— Task brief —
Every line of the material below in which "warning" shows up is to be located and copied.

[Material shown]

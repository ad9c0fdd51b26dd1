//! On-disk cache of transfer tables.
//!
//! A table is stored under `transfer-<key>.bin`, where the key is a 64-bit FNV-1a hash
//! (Fowler, Noll & Vo; the public-domain FNV specification) of the format version, the
//! solver version, every cosmological parameter (bit patterns), the precision and l_max.
//! The file format (little endian):
//!
//! ```text
//! offset  size  content
//! 0       8     magic "NGRTRANS"
//! 8       4     format version (u32)
//! 12      4     reserved, 0
//! 16      8     key (u64)
//! 24      8     payload length in bytes (u64)
//! 32      8     FNV-1a 64 checksum of the payload (u64)
//! 40      ...   payload: lmax, n_k, n_fields (u64 each), field codes (u64 each: 0 = T,
//!               1 = E), label length (u64) and UTF-8 label, then k[n_k], w[n_k] and the
//!               data of each field, k-major (f64 each)
//! ```
//!
//! A file is trusted only if the magic, version, key, total length, checksum and every
//! internal length agree; otherwise the table is recomputed and the file replaced. Writes
//! go to a temporary file in the same directory that is then renamed over the target, so
//! a reader never sees a half-written table.
//!
//! Size: an every-l table to l_max = 3000 is about 240 MB, so a batch over many
//! cosmologies would fill a disk. After each store the directory's tables are pruned,
//! least recently used first (a hit refreshes a file's modification time), to at most
//! `NGREACH_CACHE_MAX_GB` gigabytes (default 4); the table just written is always kept.

use std::io::Write;
use std::path::{Path, PathBuf};
use std::sync::atomic::{AtomicU64, Ordering};

use super::{BoltzmannSolver, Settings};
use crate::cmb::ThermalHistory;
use crate::cmb::transfer::{Field, TransferTable};
use crate::cosmology::{Background, Cosmology};
use crate::error::Result;

const MAGIC: &[u8; 8] = b"NGRTRANS";
const FORMAT_VERSION: u32 = 1;
/// Bumped whenever the solver's numerics change what it computes.
pub(crate) const SOLVER_VERSION: u64 = 6;
const HEADER_LEN: usize = 40;
/// Default size limit of the cache directory's tables, in GB.
const DEFAULT_MAX_GB: f64 = 4.0;

/// Where (and whether) to cache transfer tables.
#[derive(Debug, Clone, Default, PartialEq, Eq)]
pub struct CacheOptions {
    /// Cache directory; `None` resolves to `$NGREACH_CACHE_DIR`, else
    /// `$XDG_CACHE_HOME/ngreach`, else `$HOME/.cache/ngreach`.
    pub dir: Option<PathBuf>,
    /// Skip the cache entirely (neither read nor write).
    pub disabled: bool,
}

impl CacheOptions {
    /// No caching.
    pub fn disabled() -> Self {
        Self {
            dir: None,
            disabled: true,
        }
    }

    /// Cache in an explicit directory.
    pub fn in_dir(dir: impl Into<PathBuf>) -> Self {
        Self {
            dir: Some(dir.into()),
            disabled: false,
        }
    }

    /// The directory that will be used, if any (see [`CacheOptions::dir`]).
    pub fn resolve_dir(&self) -> Option<PathBuf> {
        if self.disabled {
            return None;
        }
        if let Some(d) = &self.dir {
            return Some(d.clone());
        }
        let var = |name: &str| {
            std::env::var_os(name)
                .filter(|v| !v.is_empty())
                .map(PathBuf::from)
        };
        if let Some(d) = var("NGREACH_CACHE_DIR") {
            return Some(d);
        }
        if let Some(d) = var("XDG_CACHE_HOME").filter(|p| p.is_absolute()) {
            return Some(d.join("ngreach"));
        }
        var("HOME").map(|h| h.join(".cache").join("ngreach"))
    }
}

/// What the cache did.
#[derive(Debug, Clone, PartialEq, Eq)]
pub enum CacheStatus {
    /// Caching was switched off.
    Disabled,
    /// No cache directory could be determined (no `$HOME`); computed without caching.
    NoDirectory,
    /// The table was read from this file.
    Hit(PathBuf),
    /// Not cached before: computed and stored in this file.
    Stored(PathBuf),
    /// The file existed but was not trusted (`reason`); recomputed and replaced.
    Replaced {
        /// The file.
        path: PathBuf,
        /// Why it was rejected (corrupt, truncated, other key, ...).
        reason: String,
    },
    /// Computed, but storing failed (the table is still returned).
    StoreFailed {
        /// The file.
        path: PathBuf,
        /// The I/O error.
        reason: String,
    },
}

impl CacheStatus {
    /// A short name: `disabled`, `no-directory`, `hit`, `stored`, `replaced` or
    /// `store-failed`.
    pub fn label(&self) -> &'static str {
        match self {
            Self::Disabled => "disabled",
            Self::NoDirectory => "no-directory",
            Self::Hit(_) => "hit",
            Self::Stored(_) => "stored",
            Self::Replaced { .. } => "replaced",
            Self::StoreFailed { .. } => "store-failed",
        }
    }

    /// The cache file involved, if any.
    pub fn path(&self) -> Option<&Path> {
        match self {
            Self::Disabled | Self::NoDirectory => None,
            Self::Hit(p) | Self::Stored(p) => Some(p),
            Self::Replaced { path, .. } | Self::StoreFailed { path, .. } => Some(path),
        }
    }

    /// A warning for the user about the cache file of `what` (e.g. "radial-function"):
    /// a rejected (corrupt or mismatched) file, or a failed store; `None` otherwise.
    pub fn warning(&self, what: &str) -> Option<String> {
        match self {
            Self::Replaced { path, reason } => Some(format!(
                "{what} cache file {} was not trusted ({reason}); recomputed and replaced",
                path.display()
            )),
            Self::StoreFailed { path, reason } => Some(format!(
                "{what} cache file {} could not be written: {reason}",
                path.display()
            )),
            _ => None,
        }
    }

    /// As JSON for the outputs' `inputs`: `{"status", "file", "reason"}` (null where
    /// not applicable).
    pub fn to_json(&self) -> serde_json::Value {
        let reason = match self {
            Self::Replaced { reason, .. } | Self::StoreFailed { reason, .. } => Some(reason),
            _ => None,
        };
        serde_json::json!({
            "status": self.label(),
            "file": self.path().map(|p| p.display().to_string()),
            "reason": reason,
        })
    }
}

/// 64-bit FNV-1a.
#[derive(Debug, Clone, Copy)]
pub(crate) struct Fnv1a(u64);

impl Fnv1a {
    pub fn new() -> Self {
        Self(0xcbf2_9ce4_8422_2325)
    }
    pub fn bytes(&mut self, b: &[u8]) {
        let mut h = self.0;
        for &x in b {
            h ^= x as u64;
            h = h.wrapping_mul(0x0000_0100_0000_01b3);
        }
        self.0 = h;
    }
    pub fn u64(&mut self, v: u64) {
        self.bytes(&v.to_le_bytes());
    }
    pub fn finish(self) -> u64 {
        self.0
    }
}

/// The cache key of a cosmology and settings (everything that changes the table).
pub fn cache_key(cosmo: &Cosmology, settings: &Settings) -> u64 {
    let p = cosmo.params();
    let mut h = Fnv1a::new();
    h.bytes(b"ngreach boltzmann transfer table");
    h.u64(FORMAT_VERSION as u64);
    h.u64(SOLVER_VERSION);
    for v in [
        p.omega_b,
        p.omega_c,
        p.h,
        p.n_s,
        p.a_s,
        p.k_pivot_mpc,
        p.tau_reio,
        p.t_cmb_k,
        p.n_eff,
        p.y_he,
        p.w0,
        p.wa,
    ] {
        h.u64(v.to_bits());
    }
    h.u64(settings.precision as u64);
    h.u64(settings.lmax as u64);
    h.finish()
}

/// The cache file of a key in a directory.
pub fn cache_file(dir: &Path, key: u64) -> PathBuf {
    dir.join(format!("transfer-{key:016x}.bin"))
}

fn payload(table: &TransferTable) -> Vec<u8> {
    let nk = table.k().len();
    let nl = table.lmax() + 1;
    let nf = table.fields().len();
    let label = table.label().as_bytes();
    let mut out = Vec::with_capacity(8 * (4 + nf + 2 * nk + nf * nk * nl) + label.len());
    let u = |v: u64, out: &mut Vec<u8>| out.extend_from_slice(&v.to_le_bytes());
    u(table.lmax() as u64, &mut out);
    u(nk as u64, &mut out);
    u(nf as u64, &mut out);
    for f in table.fields() {
        u(
            match f {
                Field::T => 0,
                Field::E => 1,
            },
            &mut out,
        );
    }
    u(label.len() as u64, &mut out);
    out.extend_from_slice(label);
    for v in table.k().iter().chain(table.weights()) {
        out.extend_from_slice(&v.to_le_bytes());
    }
    for f in 0..nf {
        for ik in 0..nk {
            for v in table.row(f, ik) {
                out.extend_from_slice(&v.to_le_bytes());
            }
        }
    }
    out
}

/// Writes a table atomically (temporary file, then rename).
///
/// # Errors
/// The I/O error, as text.
pub fn write_table(
    path: &Path,
    key: u64,
    table: &TransferTable,
) -> std::result::Result<(), String> {
    static COUNTER: AtomicU64 = AtomicU64::new(0);
    let dir = path.parent().unwrap_or(Path::new("."));
    std::fs::create_dir_all(dir).map_err(|e| format!("creating {}: {e}", dir.display()))?;
    let body = payload(table);
    let mut sum = Fnv1a::new();
    sum.bytes(&body);
    let tmp = dir.join(format!(
        ".{}.tmp-{}-{}",
        path.file_name()
            .and_then(|n| n.to_str())
            .unwrap_or("transfer"),
        std::process::id(),
        COUNTER.fetch_add(1, Ordering::Relaxed)
    ));
    let write = || -> std::io::Result<()> {
        let mut f = std::io::BufWriter::new(std::fs::File::create(&tmp)?);
        f.write_all(MAGIC)?;
        f.write_all(&FORMAT_VERSION.to_le_bytes())?;
        f.write_all(&0u32.to_le_bytes())?;
        f.write_all(&key.to_le_bytes())?;
        f.write_all(&(body.len() as u64).to_le_bytes())?;
        f.write_all(&sum.finish().to_le_bytes())?;
        f.write_all(&body)?;
        let f = f.into_inner().map_err(|e| e.into_error())?;
        f.sync_all()?;
        drop(f);
        std::fs::rename(&tmp, path)
    };
    write().map_err(|e| {
        let _ = std::fs::remove_file(&tmp);
        format!("writing {}: {e}", path.display())
    })
}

[/Material shown]

— Exercise output —
    /// A warning for the user about the cache file of `what` (e.g. "radial-function"):
    pub fn warning(&self, what: &str) -> Option<String> {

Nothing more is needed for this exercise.